# LeetCode 2058. Find the Minimum and Maximum Number of Nodes Between Critical Points Java Solution

### Problem Description

**Description:**Given a singly linked list, we need to find the minimum and maximum distance between nodes that are local maxima (a value greater than its neighbors) or local minima (a value smaller than its neighbors).A local maxima is a node whose value is greater than its neighbors, e.g., in 3-9-6, 9 is a local maxima.

A local minima is a node whose value is smaller than its neighbors, e.g., in 6-1-7, 1 is a local minima.

### Approach

**Idea:**Traverse the linked list to identify nodes that are local maxima or local minima and record their positions.

Calculate the minimum and maximum distance between these recorded positions.

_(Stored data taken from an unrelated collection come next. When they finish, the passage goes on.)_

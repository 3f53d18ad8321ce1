#include "coupled_newton.hpp"

#include <algorithm>
#include <array>
#include <cmath>
#include <limits>

#include "elimination.hpp"

namespace bathwright::speciation {
namespace {

constexpr double highest_ln_molality = 7;  // above e^7 mol/kg nothing is a solution any more
constexpr double tiny = std::numeric_limits<double>::min();

/// One linearisation. Species j moves by
///   d ln m_j = defect_j + A_j' dx + water_j d ln a_w - d ln gamma_k(j),     d ln gamma = H dM,  dM_k = sum
///   m_j d ln m_j
/// so that the kinds, not the species, carry the coupling: (1 + diag(M) H) dM = U (dx, d ln a_w, 1) with
/// U_k = sum_j m_j (A_j, water_j, defect_j). Columns of all tables: components, ln a_w, 1.
class Linearisation {
 public:
  explicit Linearisation(Workspace& w)
      : w_(w),
        n_(static_cast<std::size_t>(w.components())),
        kinds_(w.kinds()),
        stride_(padded(n_ + 2)),
        U_(w.kind_table.data()),
        gamma_(w.kind_table.data() + kinds_ * stride_),
        X_(w.curvature.data()) {}

  /// What is there of everything, from the molalities and the defects of mass action.
  void add_up(const SpeciesVector& m, const SpeciesVector& defect);
  /// Slopes of the sums; false when the coefficients cannot follow.
  bool linearise(const SpeciesVector& m, const SpeciesVector& defect, const SpeciesVector& in_kind);

  /// Balances of the components, then of water, per kg of water: what is there, d/d(x, ln a_w), and at dx =
  /// 0.
  [[nodiscard]] double formed(std::size_t row) const { return formed_[row]; }
  /// The sum of their sizes.
  [[nodiscard]] double turnover(std::size_t row) const { return scale_[row]; }
  [[nodiscard]] const double* row(std::size_t r) const { return X_ + r * stride_; }

  /// d ln a_w = water_constant() + water_slope(i) dx_i, by Gibbs-Duhem: -M_w sum m d ln a.
  [[nodiscard]] double water_constant() const { return water_weight_ * formed_[n_ + 1]; }
  [[nodiscard]] double water_slope(std::size_t i) const { return water_weight_ * formed_[i]; }

  /// d ln gamma of each kind for a step (dx, d ln a_w, 1).
  void ln_gamma_step(const double* step, double* change) const {
    for (std::size_t k = 0; k < kinds_; ++k) {
      const double* row = gamma_ + k * stride_;
      double sum = 0;
      for (std::size_t c = 0; c < n_ + 2; ++c) sum += row[c] * step[c];
      change[k] = sum;
    }
  }

 private:
  bool solve_kinds(const SpeciesVector& in_kind);

  Workspace& w_;
  std::size_t n_, kinds_, stride_;
  double *U_, *gamma_, *X_;
  std::array<double, most_rows + 2> formed_{}, scale_{};
  double water_weight_ = 0;
};

void Linearisation::add_up(const SpeciesVector& m, const SpeciesVector& defect) {
  std::fill_n(U_, kinds_ * stride_, 0);
  scale_.fill(0);
  for (Index j = 0; j < w_.count(); ++j) {
    double* U = U_ + w_.kind[static_cast<std::size_t>(j)] * stride_;
    const double mol = m(j);
    U[n_ + 1] += mol * defect(j);
    for (const auto *e = w_.begin(j), *end = w_.end(j); e != end; ++e) {
      const double part = mol * e->value;
      U[e->row] += part;
      scale_[e->row] += std::abs(part);
    }
  }
  formed_.fill(0);
  for (std::size_t k = 0; k < kinds_; ++k)
    for (std::size_t c = 0; c < n_ + 2; ++c) formed_[c] += U_[k * stride_ + c];
  water_weight_ = -activity::water_kg_per_mol / (1 + activity::water_kg_per_mol * formed_[n_]);
}

bool Linearisation::linearise(const SpeciesVector& m, const SpeciesVector& defect,
                              const SpeciesVector& in_kind) {
  const std::size_t width = n_ + 2;
  std::fill_n(X_, (n_ + 1) * stride_, 0);
  for (Index j = 0; j < w_.count(); ++j) {
    const double mol = m(j), off = mol * defect(j);
    for (const auto *e = w_.begin(j), *end = w_.end(j); e != end; ++e) {
      const double weight = mol * e->value;
      double* X = X_ + e->row * stride_;
      X[n_ + 1] += off * e->value;
      for (const auto* other = w_.begin(j); other != end; ++other) X[other->row] += weight * other->value;
    }
  }
  if (!solve_kinds(in_kind)) return false;
  for (std::size_t k = 0; k < kinds_; ++k) {
    const double *U = U_ + k * stride_, *gamma = gamma_ + k * stride_;
    for (std::size_t r = 0; r <= n_; ++r) {
      const double weight = U[r];
      if (weight == 0) continue;
      double* X = X_ + r * stride_;
      for (std::size_t c = 0; c < width; ++c) X[c] -= weight * gamma[c];
    }
  }
  return true;
}

bool Linearisation::solve_kinds(const SpeciesVector& in_kind) {
  // A trace kind does not move the coefficients of others.
  const double threshold = 1e-5 * in_kind.sum();
  std::array<std::uint16_t, activity::max_solutes> abundant;
  std::size_t count = 0;
  for (std::size_t k = 0; k < kinds_; ++k)
    if (in_kind(static_cast<Index>(k)) > threshold) abundant[count++] = static_cast<std::uint16_t>(k);
  const std::size_t width = n_ + 2, wide = padded(count) + stride_;
  double* a = w_.elimination.data();
  const double* H = w_.derivative.data();
  for (std::size_t r = 0; r < count; ++r) {
    double* row = a + r * wide;
    const double mol = in_kind(abundant[r]);
    for (std::size_t c = 0; c < count; ++c) row[c] = mol * H[abundant[r] * kinds_ + abundant[c]];
    row[r] += 1;
    // The right-hand sides follow at once, so that elimination runs along one row.
    std::copy_n(U_ + abundant[r] * stride_, width, row + count);
  }
  if (!eliminate(a, count, count + width, wide)) return false;
  std::fill_n(gamma_, kinds_ * stride_, 0);
  std::size_t next = 0;
  for (std::size_t k = 0; k < kinds_; ++k) {
    double* gamma = gamma_ + k * stride_;
    if (next < count && abundant[next] == k) {  // M d ln gamma = U - dM
      const double *U = U_ + k * stride_, *moved = a + next++ * wide + count;
      const double scale = 1 / in_kind(static_cast<Index>(k));
      for (std::size_t c = 0; c < width; ++c) gamma[c] = (U[c] - moved[c]) * scale;
    } else if (in_kind(static_cast<Index>(k)) > 0) {
      for (std::size_t r = 0; r < count; ++r) {
        const double slope = H[k * kinds_ + abundant[r]];
        const double* moved = a + r * wide + count;
        for (std::size_t c = 0; c < width; ++c) gamma[c] += slope * moved[c];
      }
    }
  }
  return true;
}

}  // namespace

bool solve_coupled(Workspace& w, int& iterations) {
  constexpr int most = 60;
  constexpr double longest_step = 2;  // ln units, of an abundant species
  const auto n = static_cast<std::size_t>(w.components());
  const Index count = w.count();

  std::array<std::size_t, most_rows> active{};
  std::size_t held = 0;
  for (std::size_t k = 0; k < w.phases.size(); ++k)
    if (w.phases[k].active) {
      if (held == active.size()) return false;
      active[held++] = k;
    }
  const std::size_t size = n + 1 + held, wide = padded(size + 1);
  Linearisation line(w);

  SpeciesVector m, defect, in_kind, ln_gamma_step(static_cast<Index>(w.kinds()));
  SpeciesVector& ln_m = w.ln_m;
  w.ln_molality(ln_m);
  ln_m = ln_m.array().min(highest_ln_molality);
  double last_worst = std::numeric_limits<double>::infinity();
  for (int step = 0; step < most; ++step) {
    ++iterations;
    m = ln_m.array().exp();
    w.sum_kinds(m, in_kind);
    const double sum = in_kind.sum();
    if (!std::isfinite(sum)) return false;
    w.ln_aw =
        w.model().evaluate_kinds({in_kind.data(), w.kinds()}, {w.ln_gamma.data(), w.kinds()}, w.derivative);
    w.ln_molality(defect);
    defect -= ln_m;  // of mass action
    line.add_up(m, defect);

    const double liquid = w.water_kg * water_mol_per_kg;
    std::array<double, most_rows> scale, open, off{};
    for (std::size_t i = 0; i < n; ++i) {
      const double total = w.total(static_cast<Index>(i));
      scale[i] = w.water_kg * line.turnover(i) + std::abs(total) + tiny;
      open[i] = total - w.water_kg * line.formed(i);
    }
    scale[n] = w.total_water;
    open[n] = w.total_water - w.water_kg * line.formed(n) - liquid;
    double residual = 0;
    // Of the balances as they stand; `right` is what the phases, unknown as amounts, have to close.
    std::array<double, most_rows> right = open;
    for (std::size_t k = 0; k < held; ++k) {
      const Phase& phase = w.phases[active[k]];
      off[k] = phase.ln_K - phase.water * w.ln_aw;
      for (std::size_t i = 0; i < n; ++i) {
        const auto at = static_cast<Index>(i);
        off[k] -= phase.condition(at) * w.x(at);
        open[i] -= phase.supply(at) * phase.mol;
      }
      open[n] -= phase.supply_water * phase.mol;
      residual = std::max(residual, std::abs(off[k]));
    }
    for (std::size_t i = 0; i <= n; ++i) residual = std::max(residual, std::abs(open[i]) / scale[i]);
    // Done at rounding level, or where rounding no longer lets it improve.
    const double worst = std::max(residual / balance_met, defect.cwiseAbs().maxCoeff() / action_met);
    if (step > 0 && (worst < 1 || (worst < 50 && worst > last_worst / 2))) return true;
    last_worst = worst;

    // Balances, water and conditions, linear in (dx, d ln water, phases).
    if (!line.linearise(m, defect, in_kind)) return false;
    double* K = w.elimination.data();
    std::fill_n(K, size * wide, 0);
    for (std::size_t i = 0; i <= n; ++i) {
      double* row = K + i * wide;
      const double* slope = line.row(i);
      for (std::size_t c = 0; c < n; ++c) row[c] = w.water_kg * (slope[c] + slope[n] * line.water_slope(c));
      row[n] = w.water_kg * line.formed(i) + (i == n ? liquid : 0);
      row[size] = right[i] - w.water_kg * (slope[n + 1] + slope[n] * line.water_constant());
    }
    for (std::size_t k = 0; k < held; ++k) {
      const Phase& phase = w.phases[active[k]];
      double* row = K + (n + 1 + k) * wide;
      for (std::size_t i = 0; i < n; ++i) {
        const auto at = static_cast<Index>(i);
        K[i * wide + n + 1 + k] = phase.supply(at);
        row[i] = phase.condition(at) + phase.water * line.water_slope(i);
      }
      K[n * wide + n + 1 + k] = phase.supply_water;
      row[size] = off[k] - phase.water * line.water_constant();
    }
    for (std::size_t i = 0; i <= n; ++i) {
      const double s = 1 / scale[i];
      for (std::size_t c = 0; c <= size; ++c) K[i * wide + c] *= s;
    }
    if (!eliminate(K, size, size + 1, wide)) return false;
    std::array<double, most_rows + 2> move{};  // dx, d ln a_w, 1
    double d_ln_aw = line.water_constant();
    for (std::size_t i = 0; i < n; ++i) {
      move[i] = K[i * wide + size];
      d_ln_aw += line.water_slope(i) * move[i];
    }
    move[n] = d_ln_aw;
    move[n + 1] = 1;
    const double d_ln_water = K[n * wide + size];
    if (!std::isfinite(d_ln_water + d_ln_aw)) return false;
    line.ln_gamma_step(move.data(), ln_gamma_step.data());
    double longest = std::abs(d_ln_water);
    const double abundant = 1e-5 * sum;
    for (Index j = 0; j < count; ++j) {
      double d = defect(j) - ln_gamma_step(w.kind[static_cast<std::size_t>(j)]);
      for (const auto* e = w.begin(j); e != w.end(j); ++e) d += e->value * move[e->row];
      defect(j) = d;  // from here on the step of ln m
      if (m(j) > abundant) longest = std::max(longest, std::abs(d));
    }
    if (!std::isfinite(longest)) return false;
    const double fraction = longest > longest_step ? longest_step / longest : 1;
    for (std::size_t i = 0; i < n; ++i) w.x(static_cast<Index>(i)) += fraction * move[i];
    w.water_kg *= std::exp(fraction * d_ln_water);
    ln_m = (ln_m + fraction * defect).array().min(highest_ln_molality);
    for (std::size_t k = 0; k < held; ++k) {
      double& mol = w.phases[active[k]].mol;
      mol += fraction * (K[(n + 1 + k) * wide + size] - mol);
    }
  }
  return false;
}

}  // namespace bathwright::speciation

**Algorithm:**Traverse the linked list and check each node to see if it is a local maxima or minima by comparing it to its previous and next nodes.

Skip the last two nodes in the list since they cannot be local maxima or minima.

Track the indices of these critical points.

Use the list of indices to compute the minimum and maximum distances between the critical points.

As the indices are collected during traversal, they are naturally ordered.

The maximum distance is the difference between the last and first indices in the list.

The minimum distance is found by comparing consecutive differences between indices.

### Code

```
class Solution {
public int[] nodesBetweenCriticalPoints(ListNode head) {
ListNode temp = head;
List<Integer> list = new ArrayList<>();
int index = 1;
int[] result = {-1, -1};
while (temp != null && temp.next != null && temp.next.next != null) {
ListNode prev = temp;
ListNode curr = temp.next;
ListNode next = temp.next.next;
if ((curr.val > prev.val && curr.val > next.val) ||
(curr.val < prev.val && curr.val < next.val)) {
list.add(index);
}
temp = temp.next;
index++;
}
int n = list.size();
if (n < 2) {
return result;
}
int minDistance = Integer.MAX_VALUE;
for (int i = 1; i < n; i++) {
minDistance = Math.min(minDistance, list.get(i) - list.get(i - 1));
}
int maxDistance = list.get(n - 1) - list.get(0);
result[0] = minDistance;
result[1] = maxDistance;
return result;
}
}
```

### Conclusion

**Time Complexity:**The algorithm requires O(n) time to traverse the linked list once to find the critical points and O(n) time to calculate the distances between the critical points. Therefore, the overall time complexity is O(n).**Space Complexity:**The algorithm uses a constant amount of extra space (O(1)), excluding the space needed for the input and output.